8 Metrics & Measurement Plan
Product success metrics for the Kav AI Platform
9 Purpose
The PRD defines what we build and the pilot framework (PRD Appendix G) defines how a pilot is judged. This document defines how we know shipped product capabilities are working in use — adoption, engagement, quality, and outcomes — after they ship.
It is deliberately separate from the PRD so the PRD stays stable. Metrics reference capabilities / FR IDs rather than restating requirements.
10 Principles
- Leading vs lagging. Leading metrics move in days–weeks (adoption, activation, usage, errors); lagging metrics move in weeks–months (retention, expansion, outcome impact).
- One owner per metric. Every metric names an accountable owner and a single measurement method.

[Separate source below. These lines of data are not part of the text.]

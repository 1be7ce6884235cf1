import { sql, type RawBuilder, type SqlBool } from 'kysely'
import { isClientOnly, type Actor } from '@/lib/auth/actor'
import type { Db } from '@/lib/db/client'
import { attributeName } from '@/lib/reading/schema/attributes'
import { cellsOf } from '@/lib/study/rules/cells'
import { weeksBetween } from '@/lib/study/rules/calendar'
import {
  ledgerHeadline,
  nextOne,
  worstShelf,
  type LedgerRow,
  type LedgerSummary,
} from '@/lib/study/rules/ledger'
import { listChoices } from '@/lib/list/queries/choices'
import { pageOf } from '@/lib/list/queries/page'
import { all, likeTyped, naturally, type Source } from '@/lib/list/queries/source'
import type { ListQuery } from '@/lib/list/schema'
import { listShelfParts } from './shelf-parts'
import { studiesOf } from './scope'

type Query = ListQuery<'is' | 'standing' | 'client' | 'station' | 'by' | 'from' | 'to'>

/** One page of the ledger: each study with its worst shelf, its standing, its next pull and who is next. */
export async function listStudies(db: Db, actor: Actor, query: Query) {
  const page = await pageOf(db, studySource(db, actor, query), query)
  const states = await countStates(db, actor)
  // The headline tells of all that are searched for, not of the standing that is picked among them.
  const summary = await summarize(db, actor, { ...query, filters: { ...query.filters, standing: '' } })
  const choices = await listChoices(db, actor)
  return { ...page, counts: states, ...ledgerHeadline(summary, query), choices }
}
export type Ledger = Awaited<ReturnType<typeof listStudies>>

export function studySource(db: Db, actor: Actor, query: Query): Source<LedgerRow> {
  return {
    from,
    where: whereOf(actor, query),
    id: sql`study.id`,
    idKind: 'uuid',
    sorts: {
      code: naturally('study.code'),
      client: naturally('client.name'),
      standing: { by: worst, kind: 'number' },
      next: { by: nextPullOn, kind: 'day' },
      title: naturally('study.title'),
      started: { by: sql`study.started_on`, kind: 'day' },
      weeks: { by: sql`study.end_weeks`, kind: 'number' },
    },
    rows: (ids) => ledgerRows(db, actor, ids),
    idOf: (row) => row.id,
    // Each brings its series and readings with it.
    atOnce: 50,
  }
}

const from = sql`study left join client on client.id = study.client_id join person on person.id = study.created_by`
const today = sql`(app_now() at time zone coalesce((select time_zone from lab), 'UTC'))::date`

/** As worstShelf orders series: by standing, then what waits for its repeat, then the share of the band used. */
const worst = sql`(select coalesce(max(
    1000000 * array_position(array['steady', 'leaning', 'out'], series.standing)
    + case when exists (select from flag where flag.study_id = series.study_id and flag.state = 'open'
        and flag.rule in ('out', 'onset') and flag.study_station_id = series.study_station_id
        and flag.batch_id = series.batch_id and flag.attribute = series.attribute) then 100000 else 0 end
    + least(coalesce(series.used, 0), 99999)), 0)
  from series join study_batch on study_batch.study_id = series.study_id and study_batch.batch_id = series.batch_id
    and not study_batch.is_reference
  where series.study_id = study.id)`

const nextPullOn = sql`(select min(pull.due_on) from pull_jar join pull on pull.id = pull_jar.pull_id
  where pull_jar.study_id = study.id and pull_jar.state in ('due', 'resting'))`

function whereOf(actor: Actor, { q, filters }: Query): RawBuilder<SqlBool>[] {
  const { is, standing, client, station, by, from: first, to: last } = filters
  const typed = likeTyped(q)
  const rank = ['untold', 'steady', 'leaning', 'out'].indexOf(standing)
  return [
    studiesOf(actor),
    ...(is ? [sql<SqlBool>`study.state = ${is}`] : []),
    ...(standing ? [sql<SqlBool>`floor(${worst} / 1000000) = ${rank}`] : []),
    ...(client ? [sql<SqlBool>`client.name = ${client}`] : []),
    ...(by ? [sql<SqlBool>`person.name = ${by}`] : []),
    ...(station
      ? [
          sql<SqlBool>`exists (select from study_station ss join station on station.id = ss.station_id
            where ss.study_id = study.id and station.name = ${station})`,
        ]
      : []),
    ...(first ? [sql<SqlBool>`study.started_on >= ${first}::date`] : []),
    ...(last ? [sql<SqlBool>`study.started_on <= ${last}::date`] : []),
    ...(q
      ? [
          sql<SqlBool>`(study.code ilike ${typed} or study.title ilike ${typed} or client.name ilike ${typed}
            or study.id in (
              select study_id from jar where code ilike ${typed}
              union all
              select sb.study_id from study_batch sb join batch b on b.id = sb.batch_id
                join formula_version fv on fv.id = b.formula_version_id join formula f on f.id = fv.formula_id
                where b.code ilike ${typed} or f.name ilike ${typed} or f.code ilike ${typed}))`,
        ]
      : []),
  ]
}

async function ledgerRows(db: Db, actor: Actor, ids: string[]) {
  const found = await studiesWith(db, ids)
  const parts = await listShelfParts(db, ids)
  return found.map((study): LedgerRow => {
    const own = parts.of(study.id)
    const shelf = worstShelf(own.series, own.stations, own.flags)
    const next = nextOne(study, own)
    return {
      id: study.id,
      code: study.code,
      title: study.title,
      state: study.state,
      batches: own.batches.map((batch) => batch.code),
      references: own.references.map((batch) => batch.code),
      formulaName: own.batches[0]?.formulaName ?? '',
      clientName: study.clientName,
      endWeeks: study.endWeeks,
      elapsedWeeks: Math.min(study.endWeeks, weeksBetween(study.startedOn, study.endedOn ?? study.today)),
      standing: shelf.standing,
      worst: shelf.series
        ? {
            attribute: shelf.series.attribute,
            label: attributeName(shelf.series.attribute),
            used: shelf.series.used,
            latest: shelf.series.latestValue,
            leavesAtWeeks: shelf.series.leavesAtWeeks,
            isPending: shelf.isPending,
          }
        : null,
      startedOn: study.startedOn,
      station: shelf.station
        ? {
            kind: shelf.station.kind,
            temperatureC: shelf.station.temperatureC,
            cells: cellsOf(shelf.series?.batchId ?? own.batches[0]!.id, shelf.station.id, {
              ...own,
              today: study.today,
              fillHeightMm: study.fillHeightMm,
              // The ledger draws jars and writes no values.
              plan: { attributes: [] },
            }).map(({ weeks, state, posture, topPercent, bottomPercent }) => ({
              weeks,
              state,
              posture,
              topPercent,
              bottomPercent,
            })),
          }
        : null,
      timePoints: Math.max(0, ...own.series.map((one) => one.finding.points.length)),
      ...next,
      isMine: !isClientOnly(actor) && next.flags > 0 && study.createdBy === actor.personId,
    }
  })
}

async function studiesWith(db: Db, ids: string[]) {
  return db
    .selectFrom('study')
    .leftJoin('client', 'client.id', 'study.clientId')
    .innerJoin('person', 'person.id', 'study.createdBy')
    .select(['study.id', 'study.code', 'study.title', 'study.state', 'study.startedOn', 'study.endedOn'])
    .select([
      'study.endWeeks',
      'study.createdBy',
      'client.name as clientName',
      'person.initials as startedBy',
    ])
    .select([
      sql<number>`(study.plan->>'fillHeightMm')::numeric`.as('fillHeightMm'),
      sql<string>`${today}`.as('today'),
    ])
    .where(sql<SqlBool>`study.id = any(${ids}::uuid[])`)
    .execute()
}

/** What the headline counts, of every page: standings, and the jars of today as nextOne tells them. */
async function summarize(db: Db, actor: Actor, query: Query): Promise<LedgerSummary> {
  const { rows } = await sql<LedgerSummary>`
    with shown as (
      select study.id, ${worst} as worst, ${nextPullOn} as next_on from ${from} where ${all(whereOf(actor, query))}),
    jars as (
      select pull_jar.study_id, pull_jar.state from shown
      join pull_jar on pull_jar.study_id = shown.id join pull on pull.id = pull_jar.pull_id
      where shown.next_on <= ${today} and pull_jar.state <> 'missed'
        and (pull.due_on = ${today} or (pull.due_on < ${today} and pull_jar.state <> 'done')))
    select count(*) as total, count(*) filter (where worst >= 3000000) as "out",
      count(*) filter (where worst >= 2000000 and worst < 3000000) as leaning,
      (select count(*) from jars) as due, (select count(*) from jars where state = 'done') as done,
      count(*) filter (where next_on <= ${today}) as studies_today
    from shown
  `.execute(db)
  return rows[0]!
}

async function countStates(db: Db, actor: Actor) {
  return db
    .selectFrom('study')
    .select((eb) => [
      eb.fn.countAll<number>().filterWhere('state', '=', 'running').as('running'),
      eb.fn.countAll<number>().filterWhere('state', '=', 'closed').as('closed'),
    ])
    .where(studiesOf(actor))
    .executeTakeFirstOrThrow()
}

- Targets are explicit. Each metric carries a success threshold and a stretch target with a measurement window. Where no baseline exists yet, the target is marked
[set baseline]and filled after first measurement. - Outcomes over outputs. Prefer “time-to-first-finding” over “reports generated.”
11 Instrumentation
Primary source: per-workspace usage telemetry already emitted by the web app (anonymous, opt-out via configuration). Supplement with: backend query logs (latency, grounding outcomes), pilot success-criteria results (PRD Appendix G), and operator confirmations/dismissals from the triage workflow.
12 Metric set
Targets below are proposals to confirm with Product/Leadership, not decided values. Replace
[set baseline]once first data is in.
12.1 Adoption (leading)
| Metric | Definition | Success / Stretch | Method | Window | Owner |
|---|---|---|---|---|---|
| Capability adoption rate | % of eligible workspaces that use a capability ≥ once | [set baseline] |
Telemetry, per FR/capability | 30 days post-ship | Product |
| Active integrity engineers | Distinct IE users active per week | [set baseline] |
Telemetry | Weekly | Product |
12.2 Activation (leading)
| Metric | Definition | Success / Stretch | Method | Window | Owner |
|---|---|---|---|---|---|
| Time to first finding | Time from data ingestion to first surfaced anomaly | ≤ 48 h / ≤ 24 h | Backend timestamps (aligns with pilot SC-4) | Per onboarding | Product + Eng |
| First-week core action | % of new workspaces that complete a core action (confirm a finding / run a query / export a report) in week 1 | [set baseline] |
Telemetry | 7 days | Product |
12.3 Engagement & usage (leading)
| Metric | Definition | Success / Stretch | Method | Window | Owner |
|---|---|---|---|---|---|
| Contextual-chat usefulness | % of NL queries rated “useful” or better | ≥ 70% / ≥ 85% | In-product rating (aligns with pilot SC-3) | Monthly | Product |
| Query response latency (P95) | P95 NL query response time | ≤ 3 s / ≤ 2 s | Backend logs (PRD NFR) | Continuous | Eng |
| Report export usage | Reports exported per active workspace / month | [set baseline] |
Telemetry | Monthly | Product |
12.4 Quality & reliability (leading)
| Metric | Definition | Success / Stretch | Method | Window | Owner |
|---|---|---|---|---|---|
| False-positive rate (operator-assessed) | % of flagged anomalies the IE marks false positive | ≤ 20% / ≤ 10% | Triage decisions (aligns with pilot SC-2) | Monthly | Eng + IE |
| Confidence calibration error | Gap between stated confidence and empirical accuracy per bucket | [set baseline] |
Calibration curve (PRD AI-safety FR-AI-02) | Per campaign | Eng |
| Tag-resolution success | % of CAD/operator tags auto-resolved by dual-tagging without manual mapping | [set baseline] |
Pipeline logs (FR-CAD-07) | Per ingest | Eng |
12.5 Outcomes (lagging)
| Metric | Definition | Success / Stretch | Method | Window | Owner |
|---|---|---|---|---|---|
| Triage-to-work-order cycle | Median time from detection to CMMS work order | < 4 h / < 2 h | Workflow timestamps (PRD Operations target) | Quarterly | Product |
| Pilot → production conversion | % of pilots that proceed to a production contract | [set baseline] |
Commercial tracking | Per cohort | Leadership |
| Logo retention | % of production customers retained | [set baseline] |
Commercial tracking | Annual | Leadership |
13 Review cadence
- Weekly: leading metrics (adoption, activation, usage, latency, FPR) in the product review.
- Per campaign: calibration error and tag-resolution success.
- Quarterly: outcome/lagging metrics with Leadership; reset targets that have a baseline.
Confirm owners and replace proposed targets / [set baseline] placeholders with agreed values at the first review.